Backpacking wood stoves are a great weight-saving option for boiling water on backpacking trips because they eliminate the need to carry fuel and a fuel container, such as an isobutane canister or alcohol bottle. As long as you can find dry wood to burn, and it doesn’t take much, and you’re someplace that doesn’t have a fire ban, you’re good to go. They can also add some cheer to your camping experience in spring or autumn when the days are short and the evenings are cool while having much less impact than a campfire and leaving much less trace of your visit.

Make / ModelTypeWeight
Bushbuddy Stainless StoveCan6.4 oz
Toaks Titanium Wood Stove (Small)Can5.4 oz
Toaks Titanium Wood Stove (Large)Can7.9 oz
Solo Stove Lite StoveCan9.0 oz
QiWiz Titanium Firefly ULFolding2.8 oz
Emberlit Titanium FireantFolding2.8 oz
Vargo Titanium HexagonFolding4.1 oz
Firebox Nano G2 StainlessFolding6.0 oz
Firebox Nano G2 TitaniumFolding4.0 oz

Backpacking Wood Stove Types

There are basically two types of wood stoves: Can-based stoves, including wood gasifier stoves, and Folding stoves that collapse flat for easy packing. Stoves also differ in the ease in which you can re-fuel them during a burn. For example, most can-based stoves must be fed from the top or restarted when they run out of fuel. Instead, many folding wood stoves have a side access port that you can feed more wood into while they’re still burning, without having to remove whatever you’re cooking.
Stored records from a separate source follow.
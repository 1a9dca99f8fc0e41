import type { BeamSolution } from "../beam/index.js";
import { evaluatePiecewise, extremesOf, piecewisePolynomial, type PiecewisePolynomial } from "../math/index.js";
import type { ModelCheck, ModelScale, ModelStress, ModelWarning } from "./analysis.js";
import type { Model } from "./model.js";

function check(kind: ModelCheck["kind"], demand: number, capacity: number, at: number, unit: string, description: string): ModelCheck {
  const utilisation = demand / capacity;
  return { kind, demand, capacity, utilisation, pass: demand <= capacity, at, unit, description };
}

const fmt = (x: number): string => String(Number(x.toPrecision(6)));

/** Re-expands sum c_k t^k (t = x - a) about a + h: the Taylor shift, exact in the coefficients. */
function shift(c: readonly number[], h: number): number[] {
  return c.map((_, k) => {
    let sum = 0;
    let binomial = 1; // C(j, k) for j = k upward
    let power = 1; // h^(j - k)
    for (let j = k; j < c.length; j++) {
      sum += binomial * (c[j] ?? 0) * power;
      binomial = (binomial * (j + 1)) / (j + 1 - k);
      power *= h;
    }
    return sum;
  });
}

/**
 * The deflection on [from, to] less the straight line through its values at `chordFrom` and
 * `chordTo` (the same point for a cantilever: less its support's deflection), as a new piecewise
 * polynomial on [from, to]. Rigid movement of the span on settling or springy supports drops out.
 */
function relativeDeflection(pp: PiecewisePolynomial, from: number, to: number, chordFrom: number, chordTo: number): PiecewisePolynomial {
  const a = evaluatePiecewise(pp, chordFrom);
  const b = evaluatePiecewise(pp, chordTo);
  const slope = chordTo === chordFrom ? 0 : (b - a) / (chordTo - chordFrom);
  const stride = pp.degree + 1;
  const breaks: number[] = [from];
  const coefficients: number[] = [];
  for (let i = 0; i + 1 < pp.breaks.length; i++) {
    const lo = Math.max(pp.breaks[i] ?? 0, from);
    const hi = Math.min(pp.breaks[i + 1] ?? 0, to);
    if (!(hi > lo)) continue;
    const local = shift(Array.from(pp.coefficients.subarray(i * stride, (i + 1) * stride)), lo - (pp.breaks[i] ?? 0));
    local[0] = (local[0] ?? 0) - (a + slope * (lo - chordFrom));
    if (stride > 1) local[1] = (local[1] ?? 0) - slope;
    coefficients.push(...local);
    breaks.push(hi);
  }
  return piecewisePolynomial(breaks, coefficients, pp.degree);
}

/**
 * Deflection checks: with a ratio limit (span/N), one per span and cantilever of the solution,
 * against its own length / N, the deflection taken relative to the span's supports (the chord
 * between them; for a cantilever, its support's deflection); with a length limit, one for the
 * whole member, on the deflection as computed.
 */
export function deflectionChecks(model: Model, solution: BeamSolution, scale: ModelScale): ModelCheck[] {
  const limit = model.limits.deflection;
  if (limit === undefined) return [];
  const { length: unit, deflection: unitD } = model.units;
  const worst = (pp: PiecewisePolynomial, from: number, to: number): { demand: number; at: number } => {
    const e = extremesOf(pp, from, to);
    const down = -e.min.value;
    const up = e.max.value;
    return down >= up ? { demand: down / scale.deflection, at: e.min.at / scale.length } : { demand: up / scale.deflection, at: e.max.at / scale.length };
  };
  if (limit.kind === "length") {
    const w = worst(solution.deflection, 0, solution.length);
    return [check("deflection", w.demand, limit.value, w.at, unitD, `deflection of the member against ${fmt(limit.value)} ${unitD}`)];
  }
  return solution.spans.map((span, i) => {
    const [chordFrom, chordTo] = span.kind === "span" ? [span.from, span.to] : span.from === 0 ? [span.to, span.to] : [span.from, span.from];
    const w = worst(relativeDeflection(solution.deflection, span.from, span.to, chordFrom, chordTo), span.from, span.to);
    const from = span.from / scale.length;
    const to = span.to / scale.length;
    const capacity = (span.to - span.from) / limit.ratio / scale.deflection;
    const what = span.kind === "span" ? `span ${i + 1}` : `cantilever ${i + 1}`;
    return check("deflection", w.demand, capacity, w.at, unitD, `deflection of ${what} (${fmt(from)} to ${fmt(to)} ${unit}) against its length/${fmt(limit.ratio)}`);
  });
}

/** Stress checks against the allowable stresses, for a model with a section. */
export function stressChecks(model: Model, stress: ModelStress | undefined, warnings: ModelWarning[]): ModelCheck[] {
  const out: ModelCheck[] = [];
  const unit = model.units.stress;
  const { bendingStress, shearStress } = model.limits;
  if (stress === undefined) {
    if (bendingStress !== undefined || shearStress !== undefined) {
      warnings.push({ code: "stress-limit-without-section", message: 'The stress limits are not checked: give a "section" so that stresses can be computed.' });
    }
    return out;
  }
  if (bendingStress !== undefined) {
    const t = stress.tension;
    const c = stress.compression;
    const governing = t.value >= -c.value ? { demand: t.value, at: t.at, what: "tension" } : { demand: -c.value, at: c.at, what: "compression" };
    out.push(check("bending-stress", governing.demand, bendingStress, governing.at, unit, `extreme-fibre bending stress (${governing.what}) against ${fmt(bendingStress)} ${unit}`));
  }
  if (shearStress !== undefined && stress.shear !== undefined) {
    out.push(check("shear-stress", Math.abs(stress.shear.value), shearStress, stress.shear.at, unit, `peak shear stress against ${fmt(shearStress)} ${unit}`));
  }
  return out;
}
Can-Style Backpacking Wood Stoves

Some can-based stoves, like the Solo Stove Lite are called wood gasifier stoves because they have a two-stage burn, that generates heat by burning wood and a by-product called wood gas, making them very hot and efficient, while reducing all the wood you put in them to a fine ash. They’re basically double-walled cans that pipe wood gas from the inner can to the top of the outer can where it can be burned as fuel, thereby producing more energy from a single wood load.
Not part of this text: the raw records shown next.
import { describe, expect, it } from "vitest";
import { fc, test } from "@fast-check/vitest";
import {
  biaxialBendingStress,
  bendingStressPlane,
  cornerStresses,
  neutralAxis,
  tryBendingStressPlane,
  tryBiaxialBendingStress,
  tryCornerStresses,
  tryNeutralAxis,
  type FibrePoint,
} from "../../src/stress/index.js";
import { simpson } from "./helpers.js";

/** Rectangle by its z and y extents. */
interface Box {
  readonly z0: number;
  readonly z1: number;
  readonly y0: number;
  readonly y1: number;
}

/** Area, centroid, I_z, I_y, I_yz of boxes by the parallel-axis theorem (closed form). */
function boxProperties(boxes: readonly Box[]) {
  let a = 0;
  let sy = 0;
  let sz = 0;
  for (const b of boxes) {
    const ab = (b.z1 - b.z0) * (b.y1 - b.y0);
    a += ab;
    sy += ab * (b.y0 + b.y1) / 2;
    sz += ab * (b.z0 + b.z1) / 2;
  }
  const cy = sy / a;
  const cz = sz / a;
  let iz = 0;
  let iy = 0;
  let iyz = 0;
  for (const b of boxes) {
    const w = b.z1 - b.z0;
    const h = b.y1 - b.y0;
    const dy = (b.y0 + b.y1) / 2 - cy;
    const dz = (b.z0 + b.z1) / 2 - cz;
    iz += (w * h ** 3) / 12 + w * h * dy * dy;
    iy += (h * w ** 3) / 12 + w * h * dz * dz;
    iyz += w * h * dy * dz;
  }
  return { area: a, cy, cz, section: { secondMomentZ: iz, secondMomentY: iy, productMoment: iyz } };
}

/** An angle: vertical leg `v` tall, horizontal leg `hz` wide, thickness t, heel at the origin. */
function angle(v: number, hz: number, t: number): Box[] {
  return [
    { z0: 0, z1: t, y0: 0, y1: v },
    { z0: t, z1: hz, y0: 0, y1: t },
  ];
}

describe("unsymmetric bending: an angle under a vertical load", () => {
  // Invented L 150 x 100 x 10 (long leg vertical) under a sagging moment from a vertical load.
  const boxes = angle(150, 100, 10);
  const p = boxProperties(boxes);
  const m = { momentZ: 8e6, momentY: 0 };
  const corners: FibrePoint[] = [
    { z: 0, y: 0 },
    { z: 100, y: 0 },
    { z: 100, y: 10 },
    { z: 10, y: 10 },
    { z: 10, y: 150 },
    { z: 0, y: 150 },
  ].map((c) => ({ z: c.z - p.cz, y: c.y - p.cy }));

  it("neutralAxis(angle, M_z only) is tilted by tan(beta) = I_yz / I_y", () => {
    // Generalised flexure formula for unsymmetrical bending (Boresi and Schmidt, Advanced Mechanics of Materials, 6th ed., Sec. 7.2, from memory).
    const na = neutralAxis(m, p.section)!;
    expect(p.section.productMoment).toBeLessThan(0); // legs point +y and +z from the heel: I_yz < 0 about the centroid
    expect(Math.tan(na.angle)).toBeCloseTo(p.section.productMoment / p.section.secondMomentY, 12);
    expect(na.angle).not.toBeCloseTo(0, 2);
  });

  it("cornerStresses(angle) agree with the principal-axis method", () => {
    // Principal axes: tan 2 theta = -2 I_yz / (I_z - I_y); resolve M onto them and add sigma = -M_u v / I_u + M_v u / I_v
    // (transformation of second moments and the principal-axis method: Roark's Formulas for Stress and Strain, 8th ed., Sec. 8.1 and Table A.1 notes, from memory).
    const { secondMomentZ: iz, secondMomentY: iy, productMoment: iyz } = p.section;
    const theta = 0.5 * Math.atan2(-2 * iyz, iz - iy);
    const c = Math.cos(theta);
    const s = Math.sin(theta);
    const izp = iz * c * c + iy * s * s - 2 * iyz * s * c;
    const iyp = iy * c * c + iz * s * s + 2 * iyz * s * c;
    expect(iyz * (c * c - s * s) + (iz - iy) * s * c).toBeCloseTo(0, 6); // principal: no product
    const mzp = m.momentZ * c + m.momentY * s;
    const myp = -m.momentZ * s + m.momentY * c;
    const r = cornerStresses(m, p.section, corners);
    for (const q of r.points) {
      const zp = q.point.z * c + q.point.y * s;
      const yp = -q.point.z * s + q.point.y * c;
      const expected = (-mzp * yp) / izp + (myp * zp) / iyp;
      expect(q.stress).toBeCloseTo(expected, 9);
    }
    // Neutral axis in principal axes: y'/z' = M_y' I_z' / (M_z' I_y'), then rotate back by theta.
    const beta = Math.atan((myp * izp) / (mzp * iyp)) + theta;
    const na = neutralAxis(m, p.section)!;
    expect(Math.tan(na.angle)).toBeCloseTo(Math.tan(beta), 10);
    // the most tensile corner is the one furthest below the tilted neutral axis
    expect(r.tension.stress).toBe(Math.max(...r.points.map((q) => q.stress)));
    expect(r.compression.stress).toBe(Math.min(...r.points.map((q) => q.stress)));
  });

  it("biaxialBendingStress(I_yz = 0) reduces to -M_z y / I_z + M_y z / I_y", () => {
    const s = { secondMomentZ: 2e6, secondMomentY: 5e5, productMoment: 0 };
    expect(biaxialBendingStress({ momentZ: 4e6, momentY: 1e6 }, { y: 25, z: -10 }, s)).toBeCloseTo(-50 - 20, 12);
    expect(bendingStressPlane({ momentZ: 0, momentY: 0 }, s)).toEqual({ perY: 0, perZ: 0 });
    expect(neutralAxis({ momentZ: 0, momentY: 0 }, s)).toBeNull();
    expect(neutralAxis({ momentZ: 1, momentY: 0 }, s)).toEqual({ kind: "neutral-axis", angle: 0, direction: { y: 0, z: 1 } });
    expect(neutralAxis({ momentZ: 0, momentY: 1 }, s)?.angle).toBeCloseTo(Math.PI / 2, 14);
    expect(neutralAxis({ momentZ: -1, momentY: 0 }, s)?.direction.z).toBe(1);
  });
});

const dim = fc.double({ min: 1, max: 300, noNaN: true });
const mom = fc.double({ min: -1e8, max: 1e8, noNaN: true });

describe("biaxial bending laws", () => {
  test.prop([dim, dim, fc.double({ min: 0.05, max: 0.5, noNaN: true }), mom, mom], { numRuns: 150 })(
    "the stress over an angle has zero axial force and the applied moments about both axes",
    (v, hz, tf, mz, my) => {
      const t = Math.min(v, hz) * tf;
      const boxes = angle(v, hz + t, t);
      const p = boxProperties(boxes);
      const plane = bendingStressPlane({ momentZ: mz, momentY: my }, p.section);
      let n = 0;
      let gotMz = 0;
      let gotMy = 0;
      for (const b of boxes) {
        const over = (f: (y: number, z: number) => number): number =>
          simpson((z) => simpson((y) => f(y - p.cy, z - p.cz), b.y0, b.y1), b.z0, b.z1);
        const sigma = (y: number, z: number): number => plane.perY * y + plane.perZ * z;
        n += over(sigma);
        gotMz += over((y, z) => -y * sigma(y, z));
        gotMy += over((y, z) => z * sigma(y, z));
      }
      const scale = Math.abs(mz) + Math.abs(my);
      const size = v + hz;
      expect(Math.abs(n) * size).toBeLessThanOrEqual(1e-7 * scale + 1e-300);
      expect(Math.abs(gotMz - mz)).toBeLessThanOrEqual(1e-7 * scale + 1e-300);
      expect(Math.abs(gotMy - my)).toBeLessThanOrEqual(1e-7 * scale + 1e-300);
    },
  );

  test.prop([mom, mom, fc.double({ min: -100, max: 100, noNaN: true }), fc.double({ min: -100, max: 100, noNaN: true })], { numRuns: 100 })(
    "biaxialBendingStress is linear in the moments and zero at the centroid",
    (mz, my, y, z) => {
      const s = { secondMomentZ: 3e6, secondMomentY: 1e6, productMoment: -8e5 };
      const both = biaxialBendingStress({ momentZ: mz, momentY: my }, { y, z }, s);
      const parts = biaxialBendingStress({ momentZ: mz, momentY: 0 }, { y, z }, s) + biaxialBendingStress({ momentZ: 0, momentY: my }, { y, z }, s);
      expect(Math.abs(both - parts)).toBeLessThanOrEqual(1e-9 * (Math.abs(mz) + Math.abs(my)));
      expect(biaxialBendingStress({ momentZ: mz, momentY: my }, { y: 0, z: 0 }, s)).toBe(0);
    },
  );
});

describe("biaxial errors", () => {
  it("a section with I_yz^2 >= I_y I_z reports product-moment-too-large", () => {
    const r = tryBiaxialBendingStress({ momentZ: 1, momentY: 0 }, { y: Number.NaN, z: 0 }, { secondMomentZ: 1, secondMomentY: 1, productMoment: 1 });
    expect(r.ok || r.error.issues.map((i) => `${i.code} ${i.path.join(".")}`)).toMatchInlineSnapshot(`
      [
        "product-moment-too-large section.productMoment",
        "not-finite point.y",
      ]
    `);
  });

  it("every entry point has a non-throwing form", () => {
    expect(tryBendingStressPlane({ momentZ: 1, momentY: 0 }, { secondMomentZ: 0, secondMomentY: 1, productMoment: 0 }).ok).toBe(false);
    expect(tryNeutralAxis({ momentZ: 1, momentY: Number.NaN }, { secondMomentZ: 1, secondMomentY: 1, productMoment: 0 }).ok).toBe(false);
    const r = tryCornerStresses({ momentZ: 1, momentY: 0 }, { secondMomentZ: 1, secondMomentY: 1, productMoment: 0 }, []);
    expect(r.ok || r.error.code).toBe("no-corners");
    const bad = tryCornerStresses({ momentZ: 1, momentY: 0 }, { secondMomentZ: 1, secondMomentY: 1, productMoment: 0 }, [{ y: 1, z: Number.NaN }]);
    expect(bad.ok || bad.error.issues[0]?.path).toEqual(["corners", 0, "z"]);
  });
});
Fuel is added to can-based wood stoves from the top and burns down

You don’t have to use a wood gasifier stove for backpacking since a simple can with holes punched into it will also work. I once used Ikea Cutlery Holders as wood stoves and they worked pretty well as long as you used a windscreen with them. However, the problem with can-based wood stoves is that they’re not very packable and can take up precious space in your backpack. They also get pretty sooty, in a way that’s harder to contain than a stove that can collapse flat.

Folding-Style Backpacking Wood Stoves

Most folding-style wood stoves can be packed flat, which makes them much easier to backpack with since they take up so little space. It’s also easier to contain the soot on their exterior since you can just slip them inside a Ziploc baggy for transport. You still have to assemble them before use, but this is a trivial process that involves fitting together the sidewalls and a burn pan on the bottom to prevent scorching the ground that they sit on. Most of the time, the sidewalls act as pot supports and a windscreen, so they’re really quite self-contained.

The Emberlit FireAnt Wood Stove is collapsible and can be stored flat in your backpack.

For example, the Emberlit FireAnt Titanium Wood Stove is collapsible and can be stored flat in your backpack. Many folding-style stoves also have a refueling port cut into one of the sidewalls so you can add fuel to a pre-existing fire without having to stop cooking to add more fuel. You can even insert a longer piece of wood into the refueling port and just push more in, as the other end is consumed. This is very convenient and can eliminate having to saw or chop larger pieces of wood into smaller ones.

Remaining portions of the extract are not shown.